Consider aerospace engineering. Vehicle design begins with conceptual design: a small team determines high-level parameters like dimensions, airfoil selection, and wingspan. Once these are established, the project moves to detailed design with a larger team. High-level specifications become detailed CAD models, revealing numerous sub-problems to solve.

Each phase is essentially a search over design parameters, guided by engineering intuition to avoid exploring obviously poor designs.

Connecting the Dots

This parallels AlphaZero's approach: combining intuition (the policy network) with systematic search (MCTS) to navigate large solution spaces.

AlphaEvolve applies this principle to engineering by using LLMs as the "intuition" component. Crucially, it recognizes that LLMs alone aren't intelligent enough to solve sophisticated problems directly. However, LLMs combine moderate intelligence with extreme speed. While a genius human might intuit the right answer or narrow the search space effectively, an LLM can explore a wider space more quickly by generating many candidates rapidly.

The Verifiability Requirement

This approach only works for problems with verifiable solutions. The system must be able to check whether a proposed solution is correct or measure its quality. This includes mathematical proofs (verifiable by proof checkers), code optimization (verifiable by testing correctness and measuring performance), and engineering designs (verifiable by simulation or physical testing).

Without verifiability, there's no way to distinguish good solutions from plausible-sounding nonsense.

How AlphaEvolve Works

AlphaEvolve combines LLM generation with evolutionary search. The system maintains a population of candidate solutions and iteratively improves them:

AlphaEvolve

AlphaEvolve uses LLMs as guided mutators within an evolutionary search framework to solve verifiable problems.

  1. Initialization: The LLM generates an initial population of diverse solutions based on the problem description
  2. Evaluation: Each solution is tested/verified to measure its quality
  3. Selection: High-performing solutions are selected as parents
  4. Mutation: The LLM generates variations of parent solutions, using the problem description and parent code as context
  5. Iteration: Steps 2–4 repeat, with the population gradually improving

The LLM serves two roles: as a generator creating novel solutions and variations, and as a guided mutator making targeted improvements based on what has worked before.

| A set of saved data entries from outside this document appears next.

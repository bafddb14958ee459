"""The walkthrough notebook runs top to bottom and is committed without outputs.

The notebook is executed with nbclient and the ``python3`` kernel (ipykernel, a test extra)
in a temporary working folder, so running it writes nothing into the repository; it writes its
report into a temporary folder of its own.
"""

from __future__ import annotations

import json
from pathlib import Path

import pytest

ROOT = Path(__file__).resolve().parents[1]
NOTEBOOK = ROOT / "notebooks" / "walkthrough.ipynb"


def test_committed_notebook_has_no_outputs():
    # nbformat 4 schema: code cells carry "outputs" and "execution_count" (null when not run)
    doc = json.loads(NOTEBOOK.read_text(encoding="utf-8"))
    assert doc["nbformat"] == 4
    code = [c for c in doc["cells"] if c["cell_type"] == "code"]
    assert code, "the walkthrough has no code cells"
    for i, cell in enumerate(code):
        assert cell.get("outputs") == [], f"code cell {i} has stored outputs; strip them before committing"
        assert cell.get("execution_count") is None, f"code cell {i} has an execution count; strip it"


def test_notebook_is_valid_nbformat():
    nbformat = pytest.importorskip("nbformat")
    nb = nbformat.read(str(NOTEBOOK), as_version=4)
    nbformat.validate(nb)   # raises on a schema violation


def test_notebook_runs_top_to_bottom(tmp_path):
    nbformat = pytest.importorskip("nbformat")
    nbclient = pytest.importorskip("nbclient")
    pytest.importorskip("ipykernel")
    nb = nbformat.read(str(NOTEBOOK), as_version=4)
    client = nbclient.NotebookClient(nb, timeout=600, kernel_name="python3",
                                     resources={"metadata": {"path": str(tmp_path)}})
    client.execute()   # raises CellExecutionError naming the failing cell
    errors = [o for c in nb.cells if c.cell_type == "code" for o in c.outputs if o.output_type == "error"]
    assert not errors
    figures = sum(1 for c in nb.cells if c.cell_type == "code" for o in c.outputs
                  if o.output_type == "display_data" and "image/png" in o.get("data", {}))
    assert figures >= 5, f"expected the five figures of the walkthrough, got {figures}"
    text = "".join(o.get("text", "") for c in nb.cells if c.cell_type == "code" for o in c.outputs
                   if o.output_type == "stream")
    assert "notes played as written" in text
    assert list(tmp_path.iterdir()) == [], "the notebook should write only into its own temporary folder"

This differs from pure evolutionary algorithms (which use random mutations) and pure LLM generation (which lacks iterative refinement). The combination leverages the LLM's understanding of code and mathematical structure while using evolutionary search to overcome the LLM's limitations in complex reasoning.

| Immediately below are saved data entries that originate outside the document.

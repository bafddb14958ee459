"""Blockwise transcription of long takes: the same notes as one pass over the whole take."""

from __future__ import annotations

from pathlib import Path

import numpy as np
import pytest
from hypothesis import given, settings as hsettings, strategies as st

from takescribe.audio.load import load_audio
from takescribe.transcription.blocks import block_layout, transcribe_long
from takescribe.errors import InputError
from takescribe.features.spectrogram import ANALYSIS_SR, HOP_LENGTH
from takescribe.transcription.blind import settings_for

CORPUS = Path(__file__).resolve().parents[1] / "fixtures" / "corpus"
FRAME = HOP_LENGTH / ANALYSIS_SR


def _long_take(name: str, seconds: float) -> np.ndarray:
    y, sr = load_audio(CORPUS / "tuning" / f"{name}.flac", sr=ANALYSIS_SR)
    return np.tile(y, int(np.ceil(seconds * sr / len(y))))


def _assert_same_notes(blocked, single):
    # "same notes; onsets (and offsets) within one analysis frame"
    assert len(blocked) == len(single)
    assert [n.pitch for n in blocked] == [n.pitch for n in single]
    onsets = np.array([[a.onset, b.onset] for a, b in zip(blocked, single)])
    offsets = np.array([[a.offset, b.offset] for a, b in zip(blocked, single)])
    assert np.max(np.abs(onsets[:, 0] - onsets[:, 1])) <= FRAME + 1e-9
    assert np.max(np.abs(offsets[:, 0] - offsets[:, 1])) <= FRAME + 1e-9


@pytest.mark.parametrize("name, program, seconds", [("piano_alberti", 0, 180.0), ("melody_flute_jig", 73, 75.0)])
def test_blocks_equal_one_pass(name, program, seconds):
    # A corpus piece repeated to a long take: blocks of 60 s (or 25 s) with 5 s of context must give
    # the notes of a single block covering the whole take; fewer iterations keep the test fast
    # (the equality does not depend on them).
    y = _long_take(name, seconds)
    quick = settings_for(program).__class__(**{**settings_for(program).__dict__, "n_iter": 12, "adapt_iter": 4})
    block = 60.0 if seconds > 120 else 25.0
    blocked = transcribe_long(y, ANALYSIS_SR, instrument=program, settings=quick, block_seconds=block)
    single = transcribe_long(y, ANALYSIS_SR, instrument=program, settings=quick, block_seconds=1e6)
    assert blocked.timings["n_blocks"] == int(np.ceil(len(y) / ANALYSIS_SR / block))
    assert single.timings["n_blocks"] == 1
    assert len(single.notes) > 0
    _assert_same_notes(blocked.notes, single.notes)
    # no note is duplicated at a block edge: (pitch, onset) pairs are unique
    assert len({(n.pitch, round(n.onset, 4)) for n in blocked.notes}) == len(blocked.notes)


def test_a_take_spilled_to_a_file_gives_the_same_notes(tmp_path):
    # load_take keeps a long take in a temporary file and the blocks release its pages as they
    # go: the notes must be those of the same take held in memory.
    import soundfile as sf

    from takescribe.jobs.pipeline import load_take

    y = _long_take("piano_alberti", 170.0)
    path = tmp_path / "long.wav"
    sf.write(path, y, ANALYSIS_SR, subtype="FLOAT")
    spilled, sr = load_take(path)
    assert not spilled.flags.writeable  # longer than LONG_TAKE_SECONDS: mapped from a file
    held, _ = load_audio(path, sr=ANALYSIS_SR)
    quick = settings_for(0).__class__(**{**settings_for(0).__dict__, "n_iter": 12, "adapt_iter": 4})
    a = transcribe_long(spilled, sr, instrument=0, settings=quick)
    b = transcribe_long(held, sr, instrument=0, settings=quick)
    assert len(a.notes) > 0
    assert a.notes == b.notes
    np.testing.assert_array_equal(spilled, held)


@pytest.mark.parametrize("name, program", [("piano_alberti", 0), ("melody_cello_song", 42)])
def test_informed_blocks_agree_with_one_pass(name, program):
    # Score-informed in blocks must use the same prior as informed_transcription (mask, dual
    # threshold, expected onsets and repeats, ghost exemption): the drafts agree note for note
    # up to the differences of one shared adaptation and normalisation (measured 0.999 onset F
    # of one against the other on a 3-minute piano take).
    from takescribe.alignment.align import align_reference
    from takescribe.evaluation.metrics import evaluate_notes
    from takescribe.transcription.informed import informed_transcription
    from takescribe.reference.part import load_reference

    y, sr = load_audio(CORPUS / "tuning" / f"{name}.flac", sr=ANALYSIS_SR)
    reference = load_reference(CORPUS / "tuning" / f"{name}.musicxml")
    alignment = align_reference(y, sr, reference, warn=False)
    blocked = transcribe_long(y, sr, reference=reference, alignment=alignment, instrument=program,
                              block_seconds=6.0, overlap_seconds=3.0)
    single = informed_transcription(y, sr, reference, alignment=alignment, instrument=program)
    assert blocked.timings["n_blocks"] >= 2
    assert evaluate_notes(single.notes, blocked.notes)["onset.f_measure"] >= 0.95


@given(n_frames=st.integers(1, 5000), core=st.integers(1, 800), context=st.integers(0, 300))
@hsettings(max_examples=200, deadline=None)
def test_layout_tiles_the_take(n_frames, core, context):
    # property: cores tile [0, n_frames) in order without gaps or overlaps, contexts stay inside the take
    layout = block_layout(n_frames, core, context)
    assert layout[0][1] == 0 and layout[-1][2] == n_frames
    for (s0, c0, c1, s1), nxt in zip(layout, layout[1:] + [None]):
        assert 0 <= s0 <= c0 < c1 <= s1 <= n_frames
        assert c0 - s0 <= context and s1 - c1 <= context
        if nxt is not None:
            assert nxt[1] == c1


@pytest.mark.parametrize(
    "kwargs, message",
    [({"block_seconds": 0.0}, "block_seconds must be > 0"), ({"overlap_seconds": 1.0}, "overlap_seconds must be >= 2"),
     ({"adapt_seconds": -1.0}, "adapt_seconds must be > 0")],
)
def test_bad_options_name_the_problem(kwargs, message):
    with pytest.raises(InputError, match=message):
        transcribe_long(np.zeros(ANALYSIS_SR, np.float32), ANALYSIS_SR, **kwargs)


def test_stereo_is_refused():
    with pytest.raises(InputError, match="mono"):
        transcribe_long(np.zeros((2, ANALYSIS_SR), np.float32), ANALYSIS_SR)


def test_silence_warns_and_gives_no_notes():
    with pytest.warns(UserWarning, match="silent"):
        result = transcribe_long(np.zeros(5 * ANALYSIS_SR, np.float32), ANALYSIS_SR, block_seconds=2.0,
                                 overlap_seconds=2.0)
    assert result.notes == []


def test_a_note_across_a_block_edge_is_neither_split_nor_doubled():
    # a synthetic 440 Hz tone (A4 = MIDI 69, ISO 16) from 1.0 to 4.0 s across a block edge at 2.0 s
    sr = ANALYSIS_SR
    t = np.arange(int(6.0 * sr)) / sr
    tone = sum(0.3 / h * np.sin(2 * np.pi * 440.0 * h * t) for h in (1, 2, 3))
    y = (tone * ((t >= 1.0) & (t < 4.0))).astype(np.float32)
    result = transcribe_long(y, sr, instrument="flute", block_seconds=2.0, overlap_seconds=2.0)
    assert [n.pitch for n in result.notes] == [69]
    note = result.notes[0]
    assert abs(note.onset - 1.0) < 0.1 and abs(note.offset - 4.0) < 0.15


@pytest.mark.parametrize("mask_penalty", [0.0, 0.5])
def test_engine_column_slabs_equal_one_thread(monkeypatch, mask_penalty):
    # The property blocks rely on (frames independent once W is fixed) also lets the engine split
    # the frames into slabs, one thread each: the result must be that of the one-thread loop.
    from takescribe.transcription import nmf

    rng = np.random.default_rng(3)
    W = (rng.random((60, 8)) + 0.05).astype(np.float32)
    V = (W @ (rng.random((8, 1500)) * (rng.random((8, 1500)) > 0.6)) + 0.01).astype(np.float32)
    mask = (rng.random((8, 1500)) > 0.3).astype(np.float32)
    runs = {}
    for threads in (1, 2, 3):
        monkeypatch.setattr(nmf, "_engine_threads", lambda n_frames, threads=threads: threads)
        runs[threads] = nmf.decompose(V, W, n_iter=40, tol=1e-3, mask=mask, mask_penalty=mask_penalty)
    for threads in (2, 3):
        assert runs[threads].n_iter == runs[1].n_iter and runs[threads].converged == runs[1].converged
        np.testing.assert_allclose(runs[threads].H, runs[1].H, rtol=1e-5, atol=1e-9)
        np.testing.assert_allclose(runs[threads].costs, runs[1].costs, rtol=1e-6)


def _tiled_part(name: str, period: float, seconds: float):
    """The corpus piece's part repeated every ``period`` seconds, and an alignment that says the
    take follows it (the take is the piece's rendering repeated, so score time is take time)."""
    import dataclasses

    from takescribe.alignment.align import Alignment
    from takescribe.reference.part import load_reference

    reference = load_reference(CORPUS / "tuning" / f"{name}.musicxml")
    notes = []
    for k in range(int(np.ceil(seconds / period))):
        notes += [dataclasses.replace(n, onset=n.onset + k * period, offset=n.offset + k * period, index=len(notes) + i)
                  for i, n in enumerate(reference.notes) if n.onset + k * period < seconds]
    alignment = Alignment(score_times=np.array([0.0, seconds]), take_times=np.array([0.0, seconds]), confidence=1.0)
    return dataclasses.replace(reference, notes=tuple(notes)), alignment


def test_a_four_minute_take_keeps_its_faint_notes_in_blocks():
    # "To check by ear" evidence of a long take (issue #14): blocks of 60 s keep, block by block,
    # the faint notes a single pass over the whole take finds (same notes, onsets within one
    # frame); and they agree with the one-pass informed transcription's faint_notes on the same
    # take (onset F >= 0.9, mir_eval conventions: the adaptation and normalisation are shared
    # differently). A piano piece, so the restrikes of struck keys are part of the evidence.
    from takescribe.evaluation.metrics import evaluate_notes
    from takescribe.transcription.informed import faint_notes, informed_transcription

    y, sr = load_audio(CORPUS / "tuning" / "piano_alberti.flac", sr=ANALYSIS_SR)
    period = len(y) / sr
    y = _long_take("piano_alberti", 240.0)[: 240 * sr]
    reference, alignment = _tiled_part("piano_alberti", period, len(y) / sr)
    quick = settings_for(0).__class__(**{**settings_for(0).__dict__, "n_iter": 8, "adapt_iter": 4})
    options = dict(reference=reference, alignment=alignment, instrument=0, settings=quick)
    blocked = transcribe_long(y, sr, block_seconds=60.0, **options)
    single = transcribe_long(y, sr, block_seconds=1e6, **options)
    assert blocked.timings["n_blocks"] == 4 and single.timings["n_blocks"] == 1
    blocked_faint = faint_notes(blocked, reference, alignment)
    assert len(blocked_faint) > 10
    _assert_same_notes(blocked_faint, faint_notes(single, reference, alignment))
    one_pass = informed_transcription(y, sr, reference, alignment=alignment, instrument=0, settings=quick)
    agreement = evaluate_notes(faint_notes(one_pass, reference, alignment), blocked_faint)
    assert agreement["onset.f_measure"] >= 0.9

AlphaEvolve has achieved state-of-the-art results in GPU kernel optimization (generating CUDA kernels that outperform hand-written code), data center optimization (improving cooling efficiency and power distribution), and theoretical mathematics (discovering novel constructions in combinatorics and graph theory).


Conclusion

The progression from AlphaZero to MuZero to AlphaEvolve reveals a consistent theme: combining learned intuition with systematic search produces results neither approach achieves alone.

AlphaZero showed that neural networks can learn the heuristics needed for effective planning in perfect-information games. MuZero extended this by learning compact representations of complex environments, enabling planning in domains where the raw state space is intractable. AlphaEvolve demonstrated that these principles transfer to open-ended engineering and mathematics problems, using LLMs as the intuition component and evolutionary search as the exploration mechanism.

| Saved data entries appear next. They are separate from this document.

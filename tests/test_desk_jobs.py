"""The desk's job queue under faults: a killed server, a part that is not the take, a full disk."""

from __future__ import annotations

import io
import os
import shutil
import signal
import sqlite3
import subprocess
from pathlib import Path

import numpy as np
import pytest
import soundfile as sf

from desk_takes.client import DEMO, WEEKS, DeskProcess
from takescribe.desk.app import create_app
from takescribe.desk.guard import change_check
from takescribe.desk.library import DeskSettings, add_piece, add_student, open_library, staging_path

EXPECTED = {"report.html", "findings.json", "annotated.musicxml", "take.mid", "draft.mid", "draft.musicxml"}


def _rows(db: Path, sql: str):
    with sqlite3.connect(db) as conn:
        return conn.execute(sql).fetchall()


@pytest.mark.slow
def test_killed_mid_job_the_job_completes_after_restart_and_a_mismatch_is_refused(tmp_path):
    library = tmp_path / "lib"
    desk = DeskProcess(library, "--no-demo")
    try:
        piece = desk.add_piece("Lantern Waltz", DEMO / "piano" / "part.musicxml")
        student = desk.add_student("Maren")
        job = desk.upload(WEEKS[0], student=student, piece=piece).json()["job_id"]
        desk.wait(job, until=("running",), fraction=0.4)   # inside the factorization
        os.kill(desk.proc.pid, signal.SIGKILL)
        desk.proc.wait(10)
    finally:
        desk.stop()
    take = _rows(library / "desk.sqlite", "SELECT id, status FROM takes")[0]
    assert take[1] == "running" and not (library / "outputs" / str(take[0])).exists()   # nothing half-shown
    desk = DeskProcess(library, "--no-demo")
    try:
        mismatch = desk.upload(DEMO / "violin" / "take.flac", student=student, piece=piece, name="violin.flac")
        state = desk.wait(job)
        assert state["status"] == "done", state
        refused = desk.wait(mismatch.json()["job_id"])
    finally:
        desk.stop()
    db = library / "desk.sqlite"
    assert _rows(db, "PRAGMA integrity_check") == [("ok",)]
    assert _rows(db, f"SELECT status, attempt FROM jobs WHERE id = {job}") == [("done", 2)]
    assert {p.name for p in (library / "outputs" / str(take[0])).iterdir()} == EXPECTED
    # the violin take is not the waltz: refused with the reason, and nothing of it kept
    assert refused["status"] == "refused" and "does not seem to be a performance" in refused["words"]
    assert _rows(db, "SELECT count(*) FROM takes") == [(1,)]
    assert sorted(p.name for p in (library / "audio").iterdir()) == [f"{take[0]}.ogg"]
    assert not list((library / "staging").iterdir())


@pytest.fixture
def small_disk(tmp_path):
    """A 1 MB tmpfs (needs root and mount); skips with the reason where it cannot be made."""
    mount = tmp_path / "small"
    mount.mkdir()
    if os.geteuid() != 0 or shutil.which("mount") is None:
        pytest.skip("a small tmpfs needs root and mount(8)")
    done = subprocess.run(["mount", "-t", "tmpfs", "-o", "size=1m", "tmpfs", str(mount)], capture_output=True)
    if done.returncode != 0:
        pytest.skip(f"cannot mount a tmpfs here: {done.stderr.decode(errors='replace').strip()}")
    yield mount
    subprocess.run(["umount", "-l", str(mount)], check=False)


def test_full_disk_gives_a_clear_message_and_no_entry(small_disk):
    lib = open_library(small_disk / "lib", settings=DeskSettings(max_upload_bytes=8 * 2**20))
    part = staging_path(lib)
    shutil.copyfile(DEMO / "piano" / "part.musicxml", part)
    piece = add_piece(lib, title="Lantern Waltz", instrument="piano", part_file=part, part_label="part.musicxml")
    student = add_student(lib, "Maren")
    buf = io.BytesIO()   # 20 s of 16-bit stereo WAV at 22050 Hz: 1.7 MB, more than the disk has left
    sf.write(buf, np.zeros((22050 * 20, 2)), 22050, format="WAV", subtype="PCM_16")
    app = create_app(lib, key="k" * 43, port_of=lambda: 5124)
    client = app.test_client()
    base = "http://127.0.0.1:5124"
    client.get(f"/?key={'k' * 43}", base_url=base)
    answer = client.post("/api/takes", base_url=base, content_type="multipart/form-data",
                         headers={"Origin": base, "X-Desk-Check": change_check("k" * 43)},
                         data={"file": (io.BytesIO(buf.getvalue()), "long.wav"), "label": "long.wav",
                               "student_id": student, "piece_id": piece, "date": "2026-11-02"})
    assert answer.status_code == 507
    assert "disk holding the library is full" in answer.get_json()["error"]
    assert _rows(lib.root / "desk.sqlite", "SELECT count(*) FROM takes") == [(0,)]
    assert not list((lib.root / "audio").iterdir()) and not list((lib.root / "staging").iterdir())
    assert _rows(lib.root / "desk.sqlite", "PRAGMA integrity_check") == [("ok",)]
    lib.engine.dispose()


def test_jobs_can_be_handed_to_a_dask_cluster(tmp_path):
    distributed = pytest.importorskip("distributed", reason="dask.distributed is not installed")
    import time

    from takescribe.desk.library import add_take
    from takescribe.desk.queue import JobRunner

    lib = open_library(tmp_path / "lib")
    part = staging_path(lib)
    shutil.copyfile(DEMO / "piano" / "part.musicxml", part)
    piece = add_piece(lib, title="Lantern Waltz", instrument="piano", part_file=part, part_label="part.musicxml")
    student = add_student(lib, "Maren")
    audio = staging_path(lib)
    shutil.copyfile(WEEKS[0], audio)
    made = add_take(lib, student_id=student, piece_id=piece, date="2026-11-02", label="week1.ogg", audio_file=audio)
    # the recording vanishes before its turn (a disk that went away): the Dask worker runs the job,
    # which fails quickly with the reader's message, written to the database by the worker
    (lib.root / "audio" / f"{made['take_id']}.ogg").unlink()
    with distributed.LocalCluster(n_workers=1, threads_per_worker=1, processes=False, dashboard_address=None) as cluster:
        runner = JobRunner(lib, scheduler=cluster.scheduler_address)
        runner.start()
        try:
            end = time.monotonic() + 60
            while time.monotonic() < end:
                state = _rows(lib.root / "desk.sqlite", f"SELECT status, message FROM jobs WHERE id = {made['job_id']}")
                if state[0][0] in ("failed", "done"):
                    break
                time.sleep(0.3)
        finally:
            runner.stop()
    assert state[0][0] == "failed" and "week1.ogg" in state[0][1], state
    assert _rows(lib.root / "desk.sqlite", "SELECT status FROM takes") == [("failed",)]
    lib.engine.dispose()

The key insight across all three systems is the same: moderate intelligence combined with systematic search often outperforms raw intelligence alone. This suggests a promising direction for AI development—not relying solely on ever-larger models, but combining learned representations with principled search and planning techniques.

For problems with verifiable solutions, this paradigm offers a path to superhuman performance. The challenge ahead lies in extending these methods to domains where verification is difficult or impossible, and in scaling these approaches to tackle increasingly complex real-world problems.